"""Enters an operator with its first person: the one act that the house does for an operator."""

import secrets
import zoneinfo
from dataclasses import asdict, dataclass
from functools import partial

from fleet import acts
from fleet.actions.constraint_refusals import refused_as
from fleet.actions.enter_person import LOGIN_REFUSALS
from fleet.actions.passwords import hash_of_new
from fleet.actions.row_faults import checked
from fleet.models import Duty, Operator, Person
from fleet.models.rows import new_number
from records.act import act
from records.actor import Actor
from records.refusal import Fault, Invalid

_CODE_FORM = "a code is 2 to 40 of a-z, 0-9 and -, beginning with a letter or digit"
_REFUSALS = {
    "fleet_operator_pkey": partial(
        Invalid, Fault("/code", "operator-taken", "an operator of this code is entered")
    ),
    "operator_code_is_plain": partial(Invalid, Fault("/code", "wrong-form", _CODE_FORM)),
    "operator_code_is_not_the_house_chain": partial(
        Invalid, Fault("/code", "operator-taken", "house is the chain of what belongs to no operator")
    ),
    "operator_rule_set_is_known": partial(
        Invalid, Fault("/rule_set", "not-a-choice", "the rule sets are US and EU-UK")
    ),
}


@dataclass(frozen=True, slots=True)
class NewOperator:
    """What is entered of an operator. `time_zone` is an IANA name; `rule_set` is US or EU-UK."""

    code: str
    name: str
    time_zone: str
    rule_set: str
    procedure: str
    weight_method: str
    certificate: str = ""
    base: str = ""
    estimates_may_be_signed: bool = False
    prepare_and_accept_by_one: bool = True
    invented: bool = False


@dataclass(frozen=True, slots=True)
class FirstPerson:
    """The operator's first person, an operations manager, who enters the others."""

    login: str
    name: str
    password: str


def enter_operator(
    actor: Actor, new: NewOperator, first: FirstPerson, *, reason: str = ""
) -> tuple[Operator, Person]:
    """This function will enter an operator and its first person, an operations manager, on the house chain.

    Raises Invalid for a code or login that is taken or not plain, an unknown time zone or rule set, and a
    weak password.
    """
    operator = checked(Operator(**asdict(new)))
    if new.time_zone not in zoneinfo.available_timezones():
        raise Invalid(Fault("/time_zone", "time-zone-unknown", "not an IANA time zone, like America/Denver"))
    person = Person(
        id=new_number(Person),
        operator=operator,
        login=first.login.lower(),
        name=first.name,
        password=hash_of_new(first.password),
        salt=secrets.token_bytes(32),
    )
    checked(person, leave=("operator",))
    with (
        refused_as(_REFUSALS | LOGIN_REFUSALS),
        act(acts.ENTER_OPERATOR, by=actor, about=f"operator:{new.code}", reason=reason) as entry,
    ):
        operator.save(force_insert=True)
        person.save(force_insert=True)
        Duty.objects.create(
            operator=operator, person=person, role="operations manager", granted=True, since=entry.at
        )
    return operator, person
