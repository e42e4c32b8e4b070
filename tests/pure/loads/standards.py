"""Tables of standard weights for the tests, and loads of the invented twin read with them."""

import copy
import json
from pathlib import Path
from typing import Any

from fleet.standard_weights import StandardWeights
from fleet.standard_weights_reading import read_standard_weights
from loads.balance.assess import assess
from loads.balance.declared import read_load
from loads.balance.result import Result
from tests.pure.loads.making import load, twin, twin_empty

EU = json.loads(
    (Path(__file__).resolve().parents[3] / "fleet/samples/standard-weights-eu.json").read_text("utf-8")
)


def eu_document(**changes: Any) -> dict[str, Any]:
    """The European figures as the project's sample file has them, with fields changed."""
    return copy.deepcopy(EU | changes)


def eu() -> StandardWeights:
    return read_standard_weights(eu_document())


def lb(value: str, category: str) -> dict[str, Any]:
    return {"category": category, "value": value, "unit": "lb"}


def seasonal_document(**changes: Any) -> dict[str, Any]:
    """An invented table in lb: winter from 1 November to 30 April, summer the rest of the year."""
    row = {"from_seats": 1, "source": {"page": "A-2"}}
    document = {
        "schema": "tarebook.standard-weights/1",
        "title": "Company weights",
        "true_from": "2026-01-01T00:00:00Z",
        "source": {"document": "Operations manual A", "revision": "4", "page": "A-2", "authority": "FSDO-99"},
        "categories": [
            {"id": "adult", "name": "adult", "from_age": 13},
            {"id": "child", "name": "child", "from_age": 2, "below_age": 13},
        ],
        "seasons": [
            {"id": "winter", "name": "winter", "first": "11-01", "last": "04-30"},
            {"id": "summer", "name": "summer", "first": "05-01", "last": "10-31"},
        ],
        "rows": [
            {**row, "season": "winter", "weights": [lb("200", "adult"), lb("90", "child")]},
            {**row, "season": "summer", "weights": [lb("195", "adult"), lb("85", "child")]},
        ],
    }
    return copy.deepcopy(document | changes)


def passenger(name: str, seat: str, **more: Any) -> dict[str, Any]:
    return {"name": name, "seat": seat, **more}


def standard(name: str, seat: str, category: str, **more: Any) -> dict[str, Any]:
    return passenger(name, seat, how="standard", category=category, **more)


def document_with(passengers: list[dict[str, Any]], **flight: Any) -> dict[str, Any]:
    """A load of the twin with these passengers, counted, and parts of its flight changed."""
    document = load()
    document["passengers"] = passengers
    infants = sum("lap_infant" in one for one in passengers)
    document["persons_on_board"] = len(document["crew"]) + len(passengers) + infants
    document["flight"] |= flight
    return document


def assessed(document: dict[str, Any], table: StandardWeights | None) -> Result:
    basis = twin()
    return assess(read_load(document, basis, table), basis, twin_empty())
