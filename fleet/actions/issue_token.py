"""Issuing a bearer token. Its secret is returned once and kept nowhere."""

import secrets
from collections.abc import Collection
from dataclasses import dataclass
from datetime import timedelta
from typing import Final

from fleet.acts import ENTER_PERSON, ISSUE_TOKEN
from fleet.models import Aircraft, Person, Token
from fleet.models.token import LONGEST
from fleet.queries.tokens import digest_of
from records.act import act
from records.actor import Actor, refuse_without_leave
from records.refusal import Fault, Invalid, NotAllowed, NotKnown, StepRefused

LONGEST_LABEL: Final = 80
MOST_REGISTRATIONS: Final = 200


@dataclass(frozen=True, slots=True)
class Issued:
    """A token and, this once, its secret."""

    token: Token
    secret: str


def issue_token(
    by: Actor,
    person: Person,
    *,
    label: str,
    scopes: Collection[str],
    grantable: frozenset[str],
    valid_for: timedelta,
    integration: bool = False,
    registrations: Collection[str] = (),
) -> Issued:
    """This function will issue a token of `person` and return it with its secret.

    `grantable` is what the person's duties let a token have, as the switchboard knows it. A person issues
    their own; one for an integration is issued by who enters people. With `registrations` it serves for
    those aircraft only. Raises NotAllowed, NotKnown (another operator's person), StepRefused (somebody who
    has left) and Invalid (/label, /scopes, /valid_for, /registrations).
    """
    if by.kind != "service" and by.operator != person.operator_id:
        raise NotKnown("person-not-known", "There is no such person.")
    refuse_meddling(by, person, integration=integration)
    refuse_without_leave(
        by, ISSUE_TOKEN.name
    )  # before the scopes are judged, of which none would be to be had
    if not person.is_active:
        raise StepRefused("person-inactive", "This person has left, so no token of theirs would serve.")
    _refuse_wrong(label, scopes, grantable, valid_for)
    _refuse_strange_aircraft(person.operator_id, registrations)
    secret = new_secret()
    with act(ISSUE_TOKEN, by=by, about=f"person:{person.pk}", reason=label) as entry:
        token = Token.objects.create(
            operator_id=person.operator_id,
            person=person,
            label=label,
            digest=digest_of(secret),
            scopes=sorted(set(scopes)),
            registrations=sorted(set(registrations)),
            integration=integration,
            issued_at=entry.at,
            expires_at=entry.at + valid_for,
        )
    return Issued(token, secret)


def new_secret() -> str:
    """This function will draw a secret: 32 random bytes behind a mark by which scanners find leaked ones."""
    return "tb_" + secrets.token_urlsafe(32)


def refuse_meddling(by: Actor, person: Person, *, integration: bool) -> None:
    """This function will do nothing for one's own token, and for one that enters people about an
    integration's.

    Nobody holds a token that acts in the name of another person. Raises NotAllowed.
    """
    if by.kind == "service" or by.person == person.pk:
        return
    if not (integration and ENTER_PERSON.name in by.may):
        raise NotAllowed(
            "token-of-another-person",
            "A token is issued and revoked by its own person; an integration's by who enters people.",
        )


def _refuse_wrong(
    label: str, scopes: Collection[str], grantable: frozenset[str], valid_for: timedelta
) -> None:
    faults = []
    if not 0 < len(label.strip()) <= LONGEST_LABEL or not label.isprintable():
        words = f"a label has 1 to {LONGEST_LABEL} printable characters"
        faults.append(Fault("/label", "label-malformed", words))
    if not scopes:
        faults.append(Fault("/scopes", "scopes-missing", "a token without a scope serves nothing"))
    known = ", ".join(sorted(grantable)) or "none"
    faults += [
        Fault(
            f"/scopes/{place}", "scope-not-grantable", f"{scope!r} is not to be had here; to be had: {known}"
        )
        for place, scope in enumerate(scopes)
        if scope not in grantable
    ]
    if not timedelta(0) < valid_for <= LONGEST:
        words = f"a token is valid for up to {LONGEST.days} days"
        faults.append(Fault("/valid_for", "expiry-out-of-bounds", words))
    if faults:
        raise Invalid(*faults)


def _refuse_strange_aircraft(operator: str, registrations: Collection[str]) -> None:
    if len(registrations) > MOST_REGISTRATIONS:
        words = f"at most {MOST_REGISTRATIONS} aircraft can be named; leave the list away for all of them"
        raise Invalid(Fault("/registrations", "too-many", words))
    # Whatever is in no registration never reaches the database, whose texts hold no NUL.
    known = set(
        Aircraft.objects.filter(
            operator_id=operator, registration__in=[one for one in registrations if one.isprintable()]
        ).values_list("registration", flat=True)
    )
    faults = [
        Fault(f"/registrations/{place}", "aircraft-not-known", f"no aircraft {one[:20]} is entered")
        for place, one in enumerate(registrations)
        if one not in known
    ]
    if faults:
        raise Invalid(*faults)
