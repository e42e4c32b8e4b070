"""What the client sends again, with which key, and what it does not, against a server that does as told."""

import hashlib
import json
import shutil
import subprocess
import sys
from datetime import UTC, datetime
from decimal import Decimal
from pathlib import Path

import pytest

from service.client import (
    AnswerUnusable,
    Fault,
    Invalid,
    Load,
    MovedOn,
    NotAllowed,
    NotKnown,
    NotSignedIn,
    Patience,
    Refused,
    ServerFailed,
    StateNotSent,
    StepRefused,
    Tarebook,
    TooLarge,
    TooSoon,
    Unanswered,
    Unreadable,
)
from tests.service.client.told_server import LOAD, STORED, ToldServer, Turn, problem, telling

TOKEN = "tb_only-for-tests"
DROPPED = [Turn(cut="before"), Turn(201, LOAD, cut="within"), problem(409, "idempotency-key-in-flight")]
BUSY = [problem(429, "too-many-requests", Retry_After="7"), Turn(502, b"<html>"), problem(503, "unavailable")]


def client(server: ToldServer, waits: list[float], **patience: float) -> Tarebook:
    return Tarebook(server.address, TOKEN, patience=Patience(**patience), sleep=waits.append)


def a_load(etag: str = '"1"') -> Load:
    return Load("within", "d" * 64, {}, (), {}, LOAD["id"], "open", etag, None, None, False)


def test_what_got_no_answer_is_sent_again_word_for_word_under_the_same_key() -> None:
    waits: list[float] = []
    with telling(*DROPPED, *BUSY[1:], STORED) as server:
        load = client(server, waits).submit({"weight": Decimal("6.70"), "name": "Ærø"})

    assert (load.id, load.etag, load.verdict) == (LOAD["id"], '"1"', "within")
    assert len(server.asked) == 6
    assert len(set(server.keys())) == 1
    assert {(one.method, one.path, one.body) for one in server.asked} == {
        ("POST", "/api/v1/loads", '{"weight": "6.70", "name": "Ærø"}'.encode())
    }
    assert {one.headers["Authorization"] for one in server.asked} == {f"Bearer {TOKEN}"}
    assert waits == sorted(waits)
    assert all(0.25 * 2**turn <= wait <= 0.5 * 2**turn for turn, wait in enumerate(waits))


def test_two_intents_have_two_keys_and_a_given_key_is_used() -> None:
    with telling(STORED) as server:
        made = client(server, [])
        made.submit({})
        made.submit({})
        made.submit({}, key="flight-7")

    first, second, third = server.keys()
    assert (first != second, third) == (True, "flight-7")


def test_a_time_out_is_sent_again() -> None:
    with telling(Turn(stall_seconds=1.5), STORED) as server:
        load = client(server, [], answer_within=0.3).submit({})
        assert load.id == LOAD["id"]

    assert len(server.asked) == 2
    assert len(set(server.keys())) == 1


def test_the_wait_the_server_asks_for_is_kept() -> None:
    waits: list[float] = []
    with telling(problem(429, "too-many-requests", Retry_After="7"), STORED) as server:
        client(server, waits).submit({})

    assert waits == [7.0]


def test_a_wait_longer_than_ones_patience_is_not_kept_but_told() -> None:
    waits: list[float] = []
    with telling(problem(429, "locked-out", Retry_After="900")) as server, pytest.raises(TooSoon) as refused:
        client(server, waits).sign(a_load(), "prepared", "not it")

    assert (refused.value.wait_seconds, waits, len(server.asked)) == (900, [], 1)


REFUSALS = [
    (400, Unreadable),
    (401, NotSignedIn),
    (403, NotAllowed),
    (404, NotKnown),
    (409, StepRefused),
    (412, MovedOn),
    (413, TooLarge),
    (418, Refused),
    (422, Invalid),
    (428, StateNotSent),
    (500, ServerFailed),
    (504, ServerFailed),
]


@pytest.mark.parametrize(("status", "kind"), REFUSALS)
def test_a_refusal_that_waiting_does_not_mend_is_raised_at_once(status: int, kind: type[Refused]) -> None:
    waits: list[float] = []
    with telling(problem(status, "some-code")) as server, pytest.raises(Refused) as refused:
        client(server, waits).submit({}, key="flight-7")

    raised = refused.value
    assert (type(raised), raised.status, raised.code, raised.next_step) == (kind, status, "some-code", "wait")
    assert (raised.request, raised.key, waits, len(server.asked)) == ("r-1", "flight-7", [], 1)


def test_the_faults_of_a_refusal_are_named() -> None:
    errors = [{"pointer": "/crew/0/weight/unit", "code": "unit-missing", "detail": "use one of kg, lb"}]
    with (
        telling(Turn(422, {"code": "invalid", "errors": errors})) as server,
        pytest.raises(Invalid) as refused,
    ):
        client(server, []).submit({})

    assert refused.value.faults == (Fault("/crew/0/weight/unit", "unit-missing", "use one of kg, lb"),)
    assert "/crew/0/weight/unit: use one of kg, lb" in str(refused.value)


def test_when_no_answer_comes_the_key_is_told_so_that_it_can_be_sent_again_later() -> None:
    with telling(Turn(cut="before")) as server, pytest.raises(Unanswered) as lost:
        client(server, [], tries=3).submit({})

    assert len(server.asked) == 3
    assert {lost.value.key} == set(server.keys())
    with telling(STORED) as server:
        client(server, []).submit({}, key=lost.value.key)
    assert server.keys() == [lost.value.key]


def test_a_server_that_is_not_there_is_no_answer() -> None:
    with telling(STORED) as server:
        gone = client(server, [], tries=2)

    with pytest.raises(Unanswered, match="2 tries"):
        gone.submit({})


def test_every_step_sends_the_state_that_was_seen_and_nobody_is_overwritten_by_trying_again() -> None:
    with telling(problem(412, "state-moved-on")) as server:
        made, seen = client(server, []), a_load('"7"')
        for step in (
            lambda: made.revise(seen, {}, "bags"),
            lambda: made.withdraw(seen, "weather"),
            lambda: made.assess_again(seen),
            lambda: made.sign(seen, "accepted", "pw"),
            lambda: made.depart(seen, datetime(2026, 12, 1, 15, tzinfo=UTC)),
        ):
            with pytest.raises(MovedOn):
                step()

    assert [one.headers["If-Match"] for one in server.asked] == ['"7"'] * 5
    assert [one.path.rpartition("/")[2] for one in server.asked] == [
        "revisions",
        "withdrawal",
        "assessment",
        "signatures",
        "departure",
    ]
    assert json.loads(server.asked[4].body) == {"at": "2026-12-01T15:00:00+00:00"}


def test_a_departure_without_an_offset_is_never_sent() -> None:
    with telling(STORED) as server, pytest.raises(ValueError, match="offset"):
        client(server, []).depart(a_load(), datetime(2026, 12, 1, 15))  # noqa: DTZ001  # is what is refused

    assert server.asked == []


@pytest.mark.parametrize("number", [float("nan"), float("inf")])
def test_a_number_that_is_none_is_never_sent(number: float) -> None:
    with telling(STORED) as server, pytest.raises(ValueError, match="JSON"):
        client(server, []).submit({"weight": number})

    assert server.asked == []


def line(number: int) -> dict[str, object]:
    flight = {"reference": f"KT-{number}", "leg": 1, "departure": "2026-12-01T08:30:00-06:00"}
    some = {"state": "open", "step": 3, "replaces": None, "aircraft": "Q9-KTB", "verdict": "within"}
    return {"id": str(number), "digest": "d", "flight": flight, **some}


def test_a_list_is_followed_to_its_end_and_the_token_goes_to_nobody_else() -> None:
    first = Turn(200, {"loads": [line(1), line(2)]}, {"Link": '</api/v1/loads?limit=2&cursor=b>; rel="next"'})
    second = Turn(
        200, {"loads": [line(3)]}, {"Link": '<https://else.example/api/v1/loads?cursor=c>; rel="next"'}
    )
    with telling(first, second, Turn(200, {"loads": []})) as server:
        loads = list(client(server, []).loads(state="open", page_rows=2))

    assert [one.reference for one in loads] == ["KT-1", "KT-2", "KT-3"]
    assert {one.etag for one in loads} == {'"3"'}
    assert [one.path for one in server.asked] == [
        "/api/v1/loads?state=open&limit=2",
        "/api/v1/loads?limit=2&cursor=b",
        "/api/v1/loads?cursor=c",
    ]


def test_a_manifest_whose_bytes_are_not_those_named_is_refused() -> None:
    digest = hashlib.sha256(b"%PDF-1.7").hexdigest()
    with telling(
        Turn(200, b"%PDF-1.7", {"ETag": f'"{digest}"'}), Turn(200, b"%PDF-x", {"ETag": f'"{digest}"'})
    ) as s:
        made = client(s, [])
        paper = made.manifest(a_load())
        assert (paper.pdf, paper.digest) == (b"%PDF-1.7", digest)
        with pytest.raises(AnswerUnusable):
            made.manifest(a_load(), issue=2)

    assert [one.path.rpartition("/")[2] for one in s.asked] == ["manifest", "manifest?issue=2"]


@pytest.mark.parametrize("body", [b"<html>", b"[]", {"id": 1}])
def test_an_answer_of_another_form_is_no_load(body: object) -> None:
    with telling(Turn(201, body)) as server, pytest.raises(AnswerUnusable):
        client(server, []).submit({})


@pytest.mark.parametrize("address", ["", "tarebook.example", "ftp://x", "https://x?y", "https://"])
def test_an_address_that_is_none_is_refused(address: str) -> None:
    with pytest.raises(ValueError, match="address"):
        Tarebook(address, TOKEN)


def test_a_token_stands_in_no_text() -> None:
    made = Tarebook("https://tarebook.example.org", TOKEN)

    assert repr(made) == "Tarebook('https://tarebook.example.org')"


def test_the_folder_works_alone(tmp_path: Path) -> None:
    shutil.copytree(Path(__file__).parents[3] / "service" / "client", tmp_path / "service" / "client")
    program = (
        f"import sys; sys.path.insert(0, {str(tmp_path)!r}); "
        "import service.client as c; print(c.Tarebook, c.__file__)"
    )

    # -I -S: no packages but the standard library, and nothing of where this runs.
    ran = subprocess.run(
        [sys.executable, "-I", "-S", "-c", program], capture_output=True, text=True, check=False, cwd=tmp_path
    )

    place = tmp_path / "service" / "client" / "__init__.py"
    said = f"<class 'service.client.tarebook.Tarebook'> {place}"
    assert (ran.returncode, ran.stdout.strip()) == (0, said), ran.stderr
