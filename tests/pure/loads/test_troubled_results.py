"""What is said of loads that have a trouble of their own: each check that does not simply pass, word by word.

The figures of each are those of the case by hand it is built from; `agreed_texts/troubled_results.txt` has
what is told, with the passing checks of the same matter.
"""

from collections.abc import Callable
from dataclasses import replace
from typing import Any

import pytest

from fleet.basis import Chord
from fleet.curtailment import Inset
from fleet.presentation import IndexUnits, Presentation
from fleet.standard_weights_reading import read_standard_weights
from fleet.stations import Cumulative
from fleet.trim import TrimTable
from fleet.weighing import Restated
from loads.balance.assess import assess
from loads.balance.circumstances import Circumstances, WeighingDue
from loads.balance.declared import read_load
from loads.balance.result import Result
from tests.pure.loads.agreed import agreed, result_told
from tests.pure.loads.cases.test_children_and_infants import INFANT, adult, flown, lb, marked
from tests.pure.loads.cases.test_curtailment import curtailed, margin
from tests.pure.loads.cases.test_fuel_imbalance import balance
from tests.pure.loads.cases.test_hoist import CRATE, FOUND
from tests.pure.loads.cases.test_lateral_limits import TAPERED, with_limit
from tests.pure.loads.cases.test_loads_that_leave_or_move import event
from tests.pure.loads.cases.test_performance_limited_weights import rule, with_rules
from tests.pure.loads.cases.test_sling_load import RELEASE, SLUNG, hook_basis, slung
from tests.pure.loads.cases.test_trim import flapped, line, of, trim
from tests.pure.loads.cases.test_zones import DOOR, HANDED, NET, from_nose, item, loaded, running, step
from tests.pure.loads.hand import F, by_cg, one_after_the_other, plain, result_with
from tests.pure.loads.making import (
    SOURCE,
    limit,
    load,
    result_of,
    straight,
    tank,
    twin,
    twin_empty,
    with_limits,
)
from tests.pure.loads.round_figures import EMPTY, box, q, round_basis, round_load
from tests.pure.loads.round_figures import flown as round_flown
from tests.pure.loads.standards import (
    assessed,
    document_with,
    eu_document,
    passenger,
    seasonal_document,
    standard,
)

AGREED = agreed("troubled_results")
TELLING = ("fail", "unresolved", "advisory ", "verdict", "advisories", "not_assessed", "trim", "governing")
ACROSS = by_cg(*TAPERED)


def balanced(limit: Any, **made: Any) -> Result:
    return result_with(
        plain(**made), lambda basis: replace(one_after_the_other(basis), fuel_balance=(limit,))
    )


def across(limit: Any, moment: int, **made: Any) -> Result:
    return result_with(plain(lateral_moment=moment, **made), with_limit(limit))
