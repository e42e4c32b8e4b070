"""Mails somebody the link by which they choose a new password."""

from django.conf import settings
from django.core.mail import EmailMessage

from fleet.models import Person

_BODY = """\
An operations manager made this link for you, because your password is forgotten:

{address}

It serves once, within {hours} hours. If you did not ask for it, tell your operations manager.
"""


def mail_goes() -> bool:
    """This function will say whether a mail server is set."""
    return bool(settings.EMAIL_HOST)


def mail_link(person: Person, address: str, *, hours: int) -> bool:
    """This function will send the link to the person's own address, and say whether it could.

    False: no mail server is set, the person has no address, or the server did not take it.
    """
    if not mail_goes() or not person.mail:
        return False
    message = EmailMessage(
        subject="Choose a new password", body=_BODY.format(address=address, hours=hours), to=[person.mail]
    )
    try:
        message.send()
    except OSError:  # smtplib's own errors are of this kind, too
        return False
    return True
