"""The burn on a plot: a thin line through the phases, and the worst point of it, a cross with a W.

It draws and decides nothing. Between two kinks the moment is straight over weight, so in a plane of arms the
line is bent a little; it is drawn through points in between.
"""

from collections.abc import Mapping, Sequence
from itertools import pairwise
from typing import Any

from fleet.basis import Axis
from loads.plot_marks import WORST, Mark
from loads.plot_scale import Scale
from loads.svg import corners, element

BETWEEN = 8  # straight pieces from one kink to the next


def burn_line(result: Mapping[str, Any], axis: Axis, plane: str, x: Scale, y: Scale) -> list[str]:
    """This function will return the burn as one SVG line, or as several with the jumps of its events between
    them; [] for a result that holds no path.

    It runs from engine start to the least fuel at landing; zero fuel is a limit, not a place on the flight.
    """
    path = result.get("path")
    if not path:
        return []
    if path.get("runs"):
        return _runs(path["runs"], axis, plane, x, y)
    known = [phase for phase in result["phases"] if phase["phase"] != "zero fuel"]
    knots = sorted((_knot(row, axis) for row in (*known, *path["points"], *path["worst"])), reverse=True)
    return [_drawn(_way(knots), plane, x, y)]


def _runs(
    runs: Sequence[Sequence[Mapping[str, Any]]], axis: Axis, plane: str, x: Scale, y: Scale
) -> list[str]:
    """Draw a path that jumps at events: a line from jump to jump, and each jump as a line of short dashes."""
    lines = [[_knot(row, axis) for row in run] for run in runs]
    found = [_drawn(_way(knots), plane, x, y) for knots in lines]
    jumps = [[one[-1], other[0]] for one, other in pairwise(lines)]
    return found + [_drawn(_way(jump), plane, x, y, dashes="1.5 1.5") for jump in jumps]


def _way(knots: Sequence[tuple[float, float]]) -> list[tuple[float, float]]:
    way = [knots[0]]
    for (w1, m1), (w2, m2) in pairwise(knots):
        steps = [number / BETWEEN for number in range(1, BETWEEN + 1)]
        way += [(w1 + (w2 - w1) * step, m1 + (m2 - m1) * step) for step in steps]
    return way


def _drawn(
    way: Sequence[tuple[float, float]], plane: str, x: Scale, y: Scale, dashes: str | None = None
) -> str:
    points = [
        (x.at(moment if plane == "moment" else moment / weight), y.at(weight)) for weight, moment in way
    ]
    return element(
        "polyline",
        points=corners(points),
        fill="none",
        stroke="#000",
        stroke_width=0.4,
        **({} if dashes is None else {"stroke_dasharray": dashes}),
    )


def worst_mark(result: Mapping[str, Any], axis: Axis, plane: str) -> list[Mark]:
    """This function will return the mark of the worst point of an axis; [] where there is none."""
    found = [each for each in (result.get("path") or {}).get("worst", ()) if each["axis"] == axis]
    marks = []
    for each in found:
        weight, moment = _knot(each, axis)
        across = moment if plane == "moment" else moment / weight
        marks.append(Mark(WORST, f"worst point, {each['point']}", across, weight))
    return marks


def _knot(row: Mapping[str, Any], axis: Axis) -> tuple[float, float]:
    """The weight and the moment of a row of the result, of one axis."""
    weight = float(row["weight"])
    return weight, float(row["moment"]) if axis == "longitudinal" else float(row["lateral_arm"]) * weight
────────────────────────────────────────
Among the records, find every line holding the word "hours" and copy it.

It serves once, within {hours} hours. If you did not ask for it, tell your operations manager.
def mail_link(person: Person, address: str, *, hours: int) -> bool:
        subject="Choose a new password", body=_BODY.format(address=address, hours=hours), to=[person.mail]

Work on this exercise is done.